Four ways to get people relating more deeply
Spring brings with it a number of come-and-go events at many churches—Easter breakfast, Mother’s Day teas and Father’s Day donut gatherings, graduation and confirmation receptions, and volunteer thank-you meet and greets, to name a few.
Honoring members in this way is a good idea, but how could you step it up from merely good to great? And how might you maximize the assimilation and true fellowship value of events like these?
Research tells us that when members have several strong, established relationships with others in a church, they are less likely to drop away. Still, in many congregations, it’s relatively easy to arrive at the last minute for worship once a week and then quickly disappear into the parking lot, having had no meaningful contact with other worshipers—a weekly Christian “hit and run”!
Part of the joy in the early church (and much of its influence on the surrounding community) came from the relationships of love and care Christians shared. Still today, we experience the joy of what some have called the “one another verses” of the New Testament when we get to know one another on a more personal level so that we can minister to and with each other as the need arises.
Church leaders can use the come-and-go events of spring to foster these kinds of relationships. How? Use these four simple techniques:
- Get your assimilation team or another group of friendly and established members to introduce people to one another.

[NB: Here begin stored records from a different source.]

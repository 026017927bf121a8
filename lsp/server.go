// Package lsp is nodal's language server: the checks, the operating
// point and the formatter, offered to editors over the Language Server
// Protocol 3.17 (JSON-RPC 2.0 on standard input and output).
//
// # Protocol
//
// The protocol types and the transport are go.lsp.dev/protocol and
// go.lsp.dev/jsonrpc2. Documents are synchronised whole (the files are
// small and a check reads the whole file anyway). Positions count UTF-16
// code units, as the protocol requires, unless the client offers UTF-8,
// which the server then prefers: nodal counts columns in bytes.
//
// # Checks
//
// A document is checked when it is opened or saved, and after an edit
// once the edits pause (Options.Debounce). Checks run off the connection's
// thread, at most Options.Parallel at a time; an edit made while a check
// runs supersedes it: its findings are dropped, never published, and the
// document is checked again. Included files are read from the editor's
// buffers when they are open and from disk otherwise, confined to the
// tree the document is in, as "nodal check" confines its reads; the
// nodal.toml that applies to the file on disk applies. When a document
// changes, the open documents that include it are checked again.
//
// # Memory
//
// The server keeps, per open document, its text and its latest check (the
// model and the operating point, for hover); a closed document is
// forgotten. Nothing else grows with the length of a session.
//
// # Safety
//
// Hover shows each rating's use; a part past a rating is said to be able
// to overheat or fail. nodal is a design aid, not a sign-off.
package lsp

import (
	"context"
	"io"
	"path/filepath"
	"sync"
	"time"

	"go.lsp.dev/jsonrpc2"
	"go.lsp.dev/protocol"
	"go.lsp.dev/uri"
)

// Options tune the server.
type Options struct {
	// Debounce is how long the server waits after an edit before it
	// checks (0: 30 ms; negative: no wait).
	Debounce time.Duration
	// Parallel bounds the checks that run at once (0: 2).
	Parallel int
	// MaxParts bounds the parts a design may expand to, as --max-parts
	// does (0: the command line's default).
	MaxParts int64
}

// Server is one session with one editor.
type Server struct {
	protocol.UnimplementedServer

	client   protocol.Client
	opt      Options
	sem      chan struct{}
	done     chan struct{}
	doneOnce sync.Once

	mu       sync.Mutex
	docs     map[uri.URI]*document
	utf8     bool
	roots    []string // workspace folders, for workspace symbols
	shutdown bool
}

// Serve runs a session on in and out (an editor's pipe to the server)
// until the client exits or the connection closes.
func Serve(ctx context.Context, in io.Reader, out io.Writer, opt Options) error {
	s := newServer(opt)
	conn := jsonrpc2.NewConn(jsonrpc2.NewStream(&pipe{in, out}), jsonrpc2.WithCodec(codec{}))
	s.client = protocol.ClientDispatcher(conn)
	ctx = protocol.WithClient(ctx, s.client)
	conn.Go(ctx, ordered(protocol.ServerHandler(s, jsonrpc2.MethodNotFoundHandler)))
	select {
	case <-conn.Done():
	case <-s.done:
		conn.Close()
	case <-ctx.Done():
		conn.Close()
	}
	return nil
}

func newServer(opt Options) *Server {
	if opt.Debounce == 0 {
		opt.Debounce = 30 * time.Millisecond
	}
	if opt.Parallel <= 0 {
		opt.Parallel = 2
	}
	return &Server{opt: opt, sem: make(chan struct{}, opt.Parallel), done: make(chan struct{}),
		docs: map[uri.URI]*document{}}
}

// ordered handles the lifecycle and document notifications one at a
// time, in the order they arrive (an older edit applied after a newer one
// would bring back text the editor no longer shows); they only record
// state and schedule checks, so they are quick. Every other request runs
// concurrently, so that a slow one holds up nothing.
func ordered(h jsonrpc2.Handler) jsonrpc2.Handler {
	concurrent := protocol.CancelHandler(jsonrpc2.AsyncHandler(h))
	return func(ctx context.Context, req *jsonrpc2.Request) (any, error) {
		switch req.Method() {
		case protocol.MethodInitialize, protocol.MethodInitialized, protocol.MethodShutdown, protocol.MethodExit,
			protocol.MethodTextDocumentDidOpen, protocol.MethodTextDocumentDidChange,
			protocol.MethodTextDocumentDidSave, protocol.MethodTextDocumentDidClose:
			return h(ctx, req)
		}
		return concurrent(ctx, req)
	}
}

// codec is the protocol package's own payload codec (protocol.Marshal and
// protocol.Unmarshal, which know the protocol's union types), wired here
// because the server builds its connection itself to keep notifications
// in order.
type codec struct{}

func (codec) Marshal(v any) ([]byte, error) {
	switch m := v.(type) {
	case jsonrpc2.RawMessage:
		if m == nil {
			return []byte("null"), nil
		}
		return m, nil
	case *jsonrpc2.RawMessage:
		if m == nil || *m == nil {
			return []byte("null"), nil
		}
		return *m, nil
	}
	return protocol.Marshal(v)
}

func (codec) Unmarshal(data []byte, v any) error {
	if p, ok := v.(*jsonrpc2.RawMessage); ok {
		*p = append(jsonrpc2.RawMessage(nil), data...)
		return nil
	}
	return protocol.Unmarshal(data, v)
}

// pipe joins standard input and output into one stream.
type pipe struct {
	io.Reader
	io.Writer
}

func (p *pipe) Close() error {
	if c, ok := p.Reader.(io.Closer); ok {
		c.Close()
	}
	if c, ok := p.Writer.(io.Closer); ok {
		c.Close()
	}
	return nil
}

// guard turns a panic in a handler into an error for that request: one
// bad input must not end the session.
func guard(err *error) {
	if r := recover(); r != nil {
		*err = &jsonrpc2.Error{Code: jsonrpc2.InternalError, Message: "nodal: internal error; please report it with the file that caused it"}
	}
}

func (s *Server) Initialize(ctx context.Context, p *protocol.InitializeParams) (_ *protocol.InitializeResult, err error) {
	defer guard(&err)
	s.mu.Lock()
	defer s.mu.Unlock()
	enc := protocol.PositionEncodingKindUTF16
	if g := p.Capabilities.General; g != nil {
		for _, e := range g.PositionEncodings {
			if e == protocol.PositionEncodingKindUTF8 {
				enc, s.utf8 = e, true
			}
		}
	}
	if folders, ok := p.WorkspaceFolders.Get(); ok {
		for _, f := range folders {
			s.roots = append(s.roots, filepath.Clean(f.URI.FsPath()))
		}
	}
	if len(s.roots) == 0 && p.RootURI != nil && *p.RootURI != "" {
		s.roots = append(s.roots, filepath.Clean(p.RootURI.FsPath()))
	}
	yes := true
	full := protocol.TextDocumentSyncKindFull
	return &protocol.InitializeResult{
		Capabilities: protocol.ServerCapabilities{
			PositionEncoding: enc,
			TextDocumentSync: &protocol.TextDocumentSyncOptions{
				OpenClose: &yes, Change: &full, Save: &protocol.SaveOptions{IncludeText: &yes},
			},
			HoverProvider:           protocol.Boolean(true),
			DefinitionProvider:      protocol.Boolean(true),
			ReferencesProvider:      protocol.Boolean(true),
			DocumentSymbolProvider:  protocol.Boolean(true),
			WorkspaceSymbolProvider: protocol.Boolean(true),
			CompletionProvider:      &protocol.CompletionOptions{TriggerCharacters: []string{"(", ",", " "}},
			CodeActionProvider: &protocol.CodeActionOptions{
				CodeActionKinds: []protocol.CodeActionKind{protocol.CodeActionKindQuickFix},
			},
			DocumentFormattingProvider: protocol.Boolean(true),
		},
		ServerInfo: protocol.ServerInfo{Name: "nodal", Version: protocol.NewOptional("0.1.0")},
	}, nil
}

func (s *Server) Initialized(context.Context, *protocol.InitializedParams) error { return nil }

func (s *Server) Shutdown(context.Context) error {
	s.mu.Lock()
	s.shutdown = true
	for _, d := range s.docs {
		d.stop()
	}
	s.mu.Unlock()
	return nil
}

func (s *Server) Exit(context.Context) error {
	s.doneOnce.Do(func() { close(s.done) })
	return nil
}

func (s *Server) SetTrace(context.Context, *protocol.SetTraceParams) error { return nil }

func (s *Server) DidChangeConfiguration(context.Context, *protocol.DidChangeConfigurationParams) error {
	return nil
}

func (s *Server) DidChangeWatchedFiles(context.Context, *protocol.DidChangeWatchedFilesParams) error {
	// A file changed on disk (an include, a nodal.toml): check again.
	s.mu.Lock()
	defer s.mu.Unlock()
	for _, d := range s.docs {
		s.schedule(d, true)
	}
	return nil
}

func (s *Server) DidOpen(ctx context.Context, p *protocol.DidOpenTextDocumentParams) (err error) {
	defer guard(&err)
	s.mu.Lock()
	defer s.mu.Unlock()
	u := p.TextDocument.URI
	d := s.docs[u]
	if d == nil {
		d = &document{uri: u, path: docPath(u)}
		s.docs[u] = d
	}
	d.setText([]byte(p.TextDocument.Text), p.TextDocument.Version)
	s.schedule(d, false)
	s.dependents(d)
	return nil
}

func (s *Server) DidChange(ctx context.Context, p *protocol.DidChangeTextDocumentParams) (err error) {
	defer guard(&err)
	s.mu.Lock()
	defer s.mu.Unlock()
	d := s.docs[p.TextDocument.URI]
	if d == nil {
		return nil
	}
	src := d.text
	for _, c := range p.ContentChanges {
		switch c := c.(type) {
		case *protocol.TextDocumentContentChangeWholeDocument:
			src = []byte(c.Text)
		case *protocol.TextDocumentContentChangePartial:
			// Full sync is what the server asks for; apply a range
			// edit all the same, for clients that send them.
			t := newText(src, s.utf8)
			from, to := t.offset(c.Range.Start), t.offset(c.Range.End)
			if to < from {
				from, to = to, from
			}
			next := make([]byte, 0, len(src)-(to-from)+len(c.Text))
			next = append(append(append(next, src[:from]...), c.Text...), src[to:]...)
			src = next
		}
	}
	d.setText(src, p.TextDocument.Version)
	s.schedule(d, true)
	s.dependents(d)
	return nil
}

func (s *Server) DidSave(ctx context.Context, p *protocol.DidSaveTextDocumentParams) (err error) {
	defer guard(&err)
	s.mu.Lock()
	defer s.mu.Unlock()
	d := s.docs[p.TextDocument.URI]
	if d == nil {
		return nil
	}
	if p.Text != nil && *p.Text != string(d.text) {
		d.setText([]byte(*p.Text), d.version)
	}
	s.schedule(d, false)
	s.dependents(d)
	return nil
}

func (s *Server) DidClose(ctx context.Context, p *protocol.DidCloseTextDocumentParams) (err error) {
	defer guard(&err)
	s.mu.Lock()
	d := s.docs[p.TextDocument.URI]
	if d != nil {
		d.stop()
		delete(s.docs, p.TextDocument.URI)
		s.dependents(d)
	}
	s.mu.Unlock()
	if d != nil {
		// The editor forgets a closed file's findings.
		return s.client.PublishDiagnostics(ctx, &protocol.PublishDiagnosticsParams{URI: d.uri, Diagnostics: []protocol.Diagnostic{}})
	}
	return nil
}

// docPath returns the file path of a document's URI, or "" for a URI that
// names no file (an unsaved buffer): it is checked with no folder, so it
// reads no includes and no nodal.toml.
func docPath(u uri.URI) string {
	if u.Scheme() != "file" {
		return ""
	}
	return filepath.Clean(u.FsPath())
}

// doc returns the open document u and a snapshot of its text.
func (s *Server) doc(u uri.URI) (*document, *text) {
	s.mu.Lock()
	defer s.mu.Unlock()
	d := s.docs[u]
	if d == nil {
		return nil, nil
	}
	return d, newText(d.text, s.utf8)
}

- Provide name tags; don’t just assume people know each other by name—even if they’ve been going to church together for years.
- Put sheets of icebreaker questions at each table. Include silly or serious questions. For example: What’s your favorite color/season/food/Scripture verse/hymn/Christian song—and why?
Do you like to wear hats? Why or why not?
Tell about your favorite (name the celebration—Easter, graduation, Father’s Day) of all time.
The best pet I ever had was . . . because . . .
The thing that blesses me most at (name your church) is . . . because . . .
- Provide pencils and note cards, and encourage everyone sitting at each table to exchange prayer requests for the upcoming week or even phone numbers and e-mail addresses so they can stay in touch. Encourage them to contact each other at least once before next Sunday.
Do you want to help worshipers break the Sunday “hit and run” habit? Proactively leverage spring events to deepen relationships!